# BBPs' NV AK48



## bombbudpuffa (Apr 13, 2007)

Here's the prettiest of my 2 AKs. She is fifteen days with the lights on 12/12 and 7 days since she showed her goods.


----------



## Sticky_Budz (Apr 13, 2007)

damn bro they are looking great.good luck with the ladies man. peace


----------



## flipmode (Apr 13, 2007)

cool man great jobso far i got my  ak on the way cant wait to see how it comes out never had ak


----------



## bombbudpuffa (Apr 13, 2007)

> damn bro they are looking great.good luck with the ladies man. peace


Thanks, man!





> cool man great jobso far i got my ak on the way cant wait to see how it comes out never had ak


Neither have I and I can't wait until they are done. I also have another AK and 2 Afghani(never had this before either) in flower and they are all female!!! Lucky me. In veg I have Blue Mystic, Purple Widow and 2 indoor mix beans from NV(1 is being grown for TBGs' 16 oz cup grow) so this will be a good year for me, i've never had any of these strains!


----------



## Grownothing (Apr 14, 2007)

Hey...
I have seeds of this strain, and I was wondering if you have smoked this before and how dank is it?


----------



## bombbudpuffa (Apr 15, 2007)

Grownothing said:
			
		

> Hey...
> I have seeds of this strain, and I was wondering if you have smoked this before and how dank is it?
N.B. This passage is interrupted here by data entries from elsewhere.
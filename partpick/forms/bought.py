"""Inductors as bought."""

from __future__ import annotations

import numpy as np

from partpick.forms.block import (
    BOUGHT,
    Block,
    Floats,
    Support,
    at_every,
    column,
    either_way,
    enough,
    no_losses,
    stacked,
)
from partpick.forms.screen import Screen
from partpick.parts import Catalogue, Inductor
from partpick.physics.loss import BOUGHT_Q_SPREAD, bought_q

CAPACITANCE_SPREAD = 0.30  # of a stated self-capacitance; common practice, no source


def bought_block(catalogue: Catalogue, frequency: Floats, units: int, _: Screen) -> Block:
    """Return every inductor as bought; its inductance holds at every frequency below its own resonance."""
    parts = [part for part in catalogue.inductors if enough(part.quantity, units)]
    count = len(parts)
    value = column([part.value for part in parts])
    q, q_frequency = column([part.q for part in parts]), column([part.q_frequency for part in parts])
    none = np.zeros(count)

    def label(row: int) -> str:
        return f"{parts[row].label}, bought"

    return Block(
        form="bought",
        effort_form=BOUGHT,
        eased_resonance=True,
        considered=count,
        supports=tuple(_support(part) for part in parts),
        support=np.arange(count, dtype=np.int64),
        wire=np.full(count, -1, dtype=np.int64),
        turns=np.zeros(count, dtype=np.int64),
        pitch=none,
        mean_diameter=none,
        winding_length=none,
        wire_length=none,
        inductance_dc=value,
        inductance=at_every(value, frequency),
        q=stacked([bought_q(q, q_frequency, f) for f in frequency], count),
        losses=no_losses(count, len(frequency)),
        self_capacitance=column([part.self_capacitance or 0.0 for part in parts]),
        loss_tangent=none,  # its Q is known as a whole
        spread=column([part.tolerance for part in parts]),
        q_spread=either_way(np.where(np.isfinite(q), BOUGHT_Q_SPREAD, np.nan)),
        self_capacitance_spread=either_way(
            np.array([np.nan if part.self_capacitance is None else CAPACITANCE_SPREAD for part in parts])
        ),
        tempco=at_every(column([part.tempco for part in parts]), frequency),
        tempco_spread=np.nan_to_num(column([part.tempco_tolerance for part in parts])),
        price=column([part.unit_price for part in parts]),
        volume=none,
        wire_diameter=none,
        label=label,
    )


def _support(part: Inductor) -> Support:
    notes = part.notes
    if part.self_capacitance is None:
        notes = (*notes, "self-capacitance not stated, taken as 0")
    return Support(
        name=part.label,
        quantity=part.quantity,
        source=part.source,
        notes=notes,
        adjust=part.adjust,
        current=part.current,
    )
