"""Winding forms: how formers, cores and wires become coils. The table of forms is in `candidates.py`."""
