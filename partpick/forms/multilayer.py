"""Coils of many layers on small tubes, wound between two rings of card or paper."""

from __future__ import annotations

from collections.abc import Sequence
from dataclasses import dataclass
from functools import cached_property
from math import ceil

import numpy as np

from partpick.forms.block import (
    OTHER,
    Block,
    Floats,
    Ints,
    Layouts,
    Losses,
    at_every,
    column,
    either_way,
    enough,
    wound_price,
)
from partpick.forms.copper import ABOVE_STRANDED, WireColumns, few_gauges, losses_of
from partpick.forms.screen import Screen
from partpick.forms.solenoid import former_support, turns_in_words
from partpick.parts import Catalogue, Former, Wire
from partpick.physics.geometry import layered_wire_length
from partpick.physics.loss import COVERING_LOSS_TANGENT, dielectric_loss
from partpick.physics.multilayer import (
    OUTSIDE_SPREAD,
    multilayer_inductance,
    multilayer_sensitivities,
    multilayer_spread,
)
from partpick.physics.self_capacitance import LAYERED_SPREAD, layer_distance, layered_self_capacitance
from partpick.physics.stranded import LAYERED_RESISTANCE_SPREAD, STRANDED_HIGHEST, section_field
from partpick.quantities import format_quantity

# On plain tubes up to this diameter, as long as half of it and up to 0.4 of it deep: there the published
# formula is at its best and the layers stand without cheeks. Common practice, no source.
LARGEST_TUBE = 12e-3
LENGTH_OF_DIAMETER = 0.5
MOST_DEPTH, LEAST_DEPTH = 0.4, 0.1
MOST_TURNS = 400
LENGTH_TOLERANCE, DEPTH_TOLERANCE = 0.05, 0.10  # of a winding laid by hand; common practice, no source
OUTSIDE = (
    "many layers outside the formula's range (radius, length and depth of one order): the inductance may be "
    "20 % off"
)


def multilayer_block(catalogue: Catalogue, frequency: Floats, units: int, screen: Screen) -> Block:
    """Return coils of two layers and more, every whole number of turns, on each plain tube that is small."""
    formers = [f for f in catalogue.formers if _takes_layers(f) and enough(f.quantity, units)]
    layouts = _layouts(formers, catalogue.wires)
    layout, turns = layouts.coils()
    every = _section(formers, catalogue.wires, layouts, layout, turns)
    kept = screen.kept(every.inductance, every.inductance, every.self_capacitance, eased=True)
    coil = every
    if len(kept) < len(turns):
        layout, turns = layout[kept], turns[kept]
        coil = _section(formers, catalogue.wires, layouts, layout, turns)
    support, wire, sizes, length = layouts.support[layout], layouts.wire[layout], coil.wire, coil.length
    inductance = at_every(coil.inductance, frequency)
    self_capacitance = coil.self_capacitance
    # The field stands between the layers, in the covering of the wire; hardly any of it is in the tube.
    losses = coil.losses(frequency, inductance).with_former(
        dielectric_loss(inductance, self_capacitance[:, None], frequency[None, :], COVERING_LOSS_TANGENT)
    )

    def label(row: int) -> str:
        former, used = formers[support[row]], catalogue.wires[wire[row]]
        wide = format_quantity(float(length[row]), "m")
        layers = int(coil.layers[row])
        return f"{turns_in_words(turns[row])} of {used.name} on {former.name}, {layers} layers {wide} long"

    return Block(
        form="multilayer",
        effort_form=OTHER,
        eased_resonance=True,
        considered=len(every.turns),
        supports=tuple(former_support(former) for former in formers),
        wires=catalogue.wires,
        support=support,
        wire=wire,
        turns=turns,
        pitch=np.zeros(len(turns)),
        mean_diameter=coil.mean,
        winding_length=length,
        wire_length=coil.wire_length,
        inductance_dc=coil.inductance,
        inductance=inductance,
        q=losses.q,
        losses=losses,
        self_capacitance=self_capacitance,
        loss_tangent=np.full(len(turns), COVERING_LOSS_TANGENT),
        spread=coil.spread(column([former.tolerance for former in formers])[support]),
        q_spread=losses.q_spread(np.full(len(turns), LAYERED_RESISTANCE_SPREAD)),
        self_capacitance_spread=either_way(np.full(len(turns), LAYERED_SPREAD)),
        tempco=at_every(column([former.tempco for former in formers])[support], frequency),
        tempco_spread=np.nan_to_num(column([former.tempco_tolerance for former in formers])[support]),
        price=wound_price([f.unit_price for f in formers], support, catalogue.wires, wire, coil.wire_length),
        volume=np.pi / 4 * (coil.mean + coil.depth) ** 2 * length,
        wire_diameter=sizes.bare,
        label=label,
        cautions=coil.cautions,
    )


@dataclass(frozen=True, eq=False)
class _Section:
    """Windings of many layers as physics sees them, (J,) each."""

    turns: Ints
    tube: Floats
    length: Floats
    wire: WireColumns

    @cached_property
    def layers(self) -> Floats:
        a_layer = np.floor(self.length / self.wire.overall * (1 + 1e-9))
        return np.ceil(self.turns / a_layer)

    @cached_property
    def depth(self) -> Floats:
        """Radial depth, the last layer counted by what lies in it. [m]"""
        return self.turns * self.wire.overall**2 / self.length

    @cached_property
    def mean(self) -> Floats:
        """Mean diameter. [m]"""
        return self.tube + self.depth

    @cached_property
    def wire_length(self) -> Floats:
        return layered_wire_length(self.turns, self.tube, self.depth)

    @cached_property
    def inductance(self) -> Floats:
        return multilayer_inductance(self.turns, self.mean, self.length, self.depth)

    @cached_property
    def self_capacitance(self) -> Floats:
        distance = layer_distance(self.wire.bare, self.wire.overall)
        return layered_self_capacitance(self.mean, self.length, self.layers, distance)

    def losses(self, frequency: Floats, inductance: Floats) -> Losses:
        field = section_field(self.turns, self.mean, self.length, self.depth)
        resistance = self.wire.dc_resistance(self.wire_length)
        copper = [self.wire.many_layers(resistance, float(f), field) for f in frequency]
        return losses_of(frequency, inductance, copper)

    def spread(self, tube_tolerance: Floats) -> Floats:
        """Return what model, tube and the lay of the turns leave on the inductance. [fraction]"""
        model = multilayer_spread(self.mean, self.length, self.depth)
        model = np.where(np.isnan(model), OUTSIDE_SPREAD, model)
        by_diameter, by_length, by_depth = multilayer_sensitivities(self.mean, self.length, self.depth)
        diameter = by_diameter * np.hypot(tube_tolerance * self.tube, DEPTH_TOLERANCE * self.depth) / self.mean
        lay = np.hypot(by_length * LENGTH_TOLERANCE, by_depth * DEPTH_TOLERANCE)
        spread: Floats = np.sqrt(model**2 + diameter**2 + lay**2)
        return spread

    def cautions(self, row: int, frequency: float) -> tuple[str, ...]:
        said = []
        if self.wire.strands[row] > 1 and frequency > STRANDED_HIGHEST:
            said.append(ABOVE_STRANDED)
        if np.isnan(multilayer_spread(self.mean[row], self.length[row], self.depth[row])):
            said.append(OUTSIDE)
        return tuple(said)


def _section(
    formers: Sequence[Former], wires: tuple[Wire, ...], layouts: Layouts, layout: Ints, turns: Ints
) -> _Section:
    support = layouts.support[layout]
    tube = column([former.diameter for former in formers])[support]
    length = column([_length(former) for former in formers])[support]
    return _Section(turns, tube, length, WireColumns.of(wires, layouts.wire[layout]))


def _takes_layers(former: Former) -> bool:
    small = former.diameter <= LARGEST_TUBE * (1 + 1e-9)
    return former.support == "tube" and former.pitch is None and small


def _length(former: Former) -> float:
    return min(former.winding_length, LENGTH_OF_DIAMETER * former.diameter)


def _layouts(formers: Sequence[Former], wires: tuple[Wire, ...]) -> Layouts:
    rows: list[tuple[int, int, float, int]] = []
    least: list[int] = []
    for i, former in enumerate(formers):
        length = _length(former)
        for w in few_gauges(wires):
            overall = wires[w].overall_diameter
            a_layer = int(length / overall * (1 + 1e-9))
            if not a_layer:
                continue
            first = max(a_layer + 1, ceil(LEAST_DEPTH * former.diameter * length / overall**2))
            most = min(a_layer * int(MOST_DEPTH * former.diameter / overall), MOST_TURNS)
            if most >= first:
                rows.append((i, w, 0.0, most))
                least.append(first)
    return Layouts.of(rows, least)
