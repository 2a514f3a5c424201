"""The one coil that was wound and measured: only the capacitors are picked."""

from __future__ import annotations

import numpy as np

from partpick.errors import RequestError
from partpick.forms.block import BOUGHT, Block, Floats, Support, at_every, either_way, no_losses
from partpick.quantities import format_quantity
from partpick.request import CoilRules, MeasuredDips

MEASURED_SPREAD = 0.01  # a careful bridge or dip measurement; common practice, no source


def measured_block(rules: CoilRules, frequency: Floats) -> Block:
    """Return the one coil that was wound and measured."""
    assert rules.measured is not None
    if isinstance(rules.measured, MeasuredDips):
        inductance, self_capacitance = coil_from_dips(rules.measured.at, rules.measured.with_capacitance)
    else:
        inductance, self_capacitance = rules.measured, rules.self_capacitance or 0.0
    one, none = np.ones(1), np.zeros(1)
    unknown = np.full((1, len(frequency)), np.nan)

    def label(_: int) -> str:
        return f"the coil as measured, {format_quantity(inductance, 'H')}"

    return Block(
        form="measured",
        considered=1,
        effort_form=BOUGHT,
        eased_resonance=True,
        supports=(Support(name="measured coil", quantity=1 << 30, source="measured, stated in the plan"),),
        support=np.zeros(1, dtype=np.int64),
        wire=np.full(1, -1, dtype=np.int64),
        turns=np.zeros(1, dtype=np.int64),
        pitch=none,
        mean_diameter=none,
        winding_length=none,
        wire_length=none,
        inductance_dc=inductance * one,
        inductance=at_every(inductance * one, frequency),
        q=unknown,
        losses=no_losses(1, len(frequency)),
        self_capacitance=self_capacitance * one,
        loss_tangent=none,
        spread=MEASURED_SPREAD * one,
        q_spread=either_way(np.full(1, np.nan)),
        self_capacitance_spread=either_way(np.full(1, np.nan)),
        tempco=unknown,
        tempco_spread=none,
        price=none,
        volume=none,
        wire_diameter=none,
        label=label,
    )


def coil_from_dips(at: tuple[float, float], with_capacitance: tuple[float, float]) -> tuple[float, float]:
    """Return inductance and self-capacitance from two dips of one coil with known capacitors across it.

    Parameters
    ----------
    at : (float, float)
        The two frequencies. [Hz]
    with_capacitance : (float, float)
        The capacitor across the coil at each. [F]

    Raises
    ------
    RequestError
        The dips contradict each other: the same capacitor twice, or the larger one at the higher frequency,
        or a self-capacitance below zero.
    """
    inverse = [1.0 / (2 * np.pi * f) ** 2 for f in at]
    difference = with_capacitance[0] - with_capacitance[1]
    inductance = (inverse[0] - inverse[1]) / difference if difference else float("nan")
    if not inductance > 0:
        raise RequestError(
            "coil.measured: the two dips contradict each other: the larger capacitor must dip lower in frequency"
        )
    self_capacitance = inverse[0] / inductance - with_capacitance[0]
    if self_capacitance < 0:
        raise RequestError(
            f"coil.measured: the two dips give a self-capacitance of {self_capacitance * 1e12:.3g} pF, below zero; "
            "measure the capacitors, strays included, and the frequencies again"
        )
    return float(inductance), float(self_capacitance)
Nope...never smoked it. I've been reading about other peoples experiences and it has me bugging out because alot of people said the smoke isn't the greatest...guess i'll know in amonth or 2!


----------



## bombbudpuffa (Apr 19, 2007)

Here they are at day 21 of flower. This girls putting on heavy weight quick:headbang2:!


----------



## BSki8950 (Apr 19, 2007)

hey BBP what are u using for lights for flowering ???? ... and another question ... would it mess up flowering if the light and dark cylce were messed up ... would she not bud ??? im askin these because i have a Ak-48 showing her hairs ... its been 2 weeks .. but there hasnt really been bud like urs is starting to do .. let me know .. thanks


----------



## bombbudpuffa (Apr 20, 2007)

I've got around 600 watts in the room. 250w hps, 175w mh, 2 18 inch fluoro tubes, 1 24 inch fluoro tube(agrosun bulbs in all tube fixtures), 1 46w cfl(warm) and 1 26w cfl(cool). The room is 2 1/2 ft x 3 ft. I built a reflector for the mh with intake and exhaust fans, the exhaust connected to ducting and pointed to the top of the room. I have a dayton blower rated at 265cfm for exhaust and 2 100 cfm fans for intake(one is low in the grow room, the other a lil higher). My temps stay at about 75 to 78 with the lights on and gets to 70 with them off. I started them on 13/11 at the beginning of their 3rd week. Oh, forgot to mention, i'm growing totally organically.


----------



## BSki8950 (Apr 20, 2007)

very nice


----------



## newgreenthumb (Apr 20, 2007)

Organic huh? SOunds good and they are looking good also.  One thing I was told was that with organics you get a better taste and don't have to flush the soil when time to harvest. :farm: Good luck!


----------



## bombbudpuffa (Apr 20, 2007)

newgreenthumb said:
			
		

> Organic huh? SOunds good and they are looking good also.  One thing I was told was that with organics you get a better taste and don't have to flush the soil when time to harvest. :farm: Good luck!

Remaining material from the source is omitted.